Data shown -
━━━━━━━━━━━━━━━━━━━━━━━━━━━━━━
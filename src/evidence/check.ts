/** How a published or reference value reached this project. */
export type HowKnown =
  /** The source itself, or the place named with it, was seen. */
  | 'read'
  /** Recalled; the source was not at hand. */
  | 'memory'
  /** Another calculation by another method, made for this project; nothing was measured. */
  | 'independent solution';

/** One value from outside the engine, and how the engine obtains its own. */
export interface EvidenceCheck {
  /** Unique, stable. */
  readonly id: string;
  readonly topic: string;
  readonly quantity: string;
  /** Author, year, where. */
  readonly source: string;
  readonly howKnown: HowKnown;
  readonly expected: number;
  /** Unit of `expected`, `tolerance` and the result; `1` when dimensionless. */
  readonly unit: string;
  /** Largest absolute deviation that passes. */
  readonly tolerance: number;
  /** Why that much. */
  readonly toleranceReason: string;
  readonly compute: () => number;
}

export interface EvidenceResult extends Omit<EvidenceCheck, 'compute'> {
  readonly value: number;
  /** value − expected */
  readonly deviation: number;
  readonly ok: boolean;
}

/** Runs every check, in order. A deviation that is not a number does not pass. */
export function runChecks(checks: readonly EvidenceCheck[]): EvidenceResult[] {
  return checks.map(({ compute, ...check }) => {
    const value = compute();
    const deviation = value - check.expected;
    return { ...check, value, deviation, ok: Math.abs(deviation) <= check.tolerance };
  });
}

/** Words for values that come from the independent calculations. */
export const INDEPENDENT_EDDY =
  'independent eddy-current solutions (2-D surfaces, layered profiles) made for this project, not measured';
export const INDEPENDENT_SECTION =
  'independent quasi-static cross-section solutions made for this project, not measured';
export const INDEPENDENT_FULL_WAVE =
  'independent full-wave spectral-domain solutions made for this project, not measured';

/** Works a value out when first asked for, for checks that share one solution. */
export function once<T>(compute: () => T): () => T {
  let known: { readonly value: T } | undefined;
  return () => {
    known ??= { value: compute() };
    return known.value;
  };
}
━━━━━━━━━━━━━━━━━━━━━━━━━━━━━━
Work to be completed -
Return each line of the data that contains the string "solutions".

Reply -
  'independent eddy-current solutions (2-D surfaces, layered profiles) made for this project, not measured';
  'independent quasi-static cross-section solutions made for this project, not measured';
  'independent full-wave spectral-domain solutions made for this project, not measured';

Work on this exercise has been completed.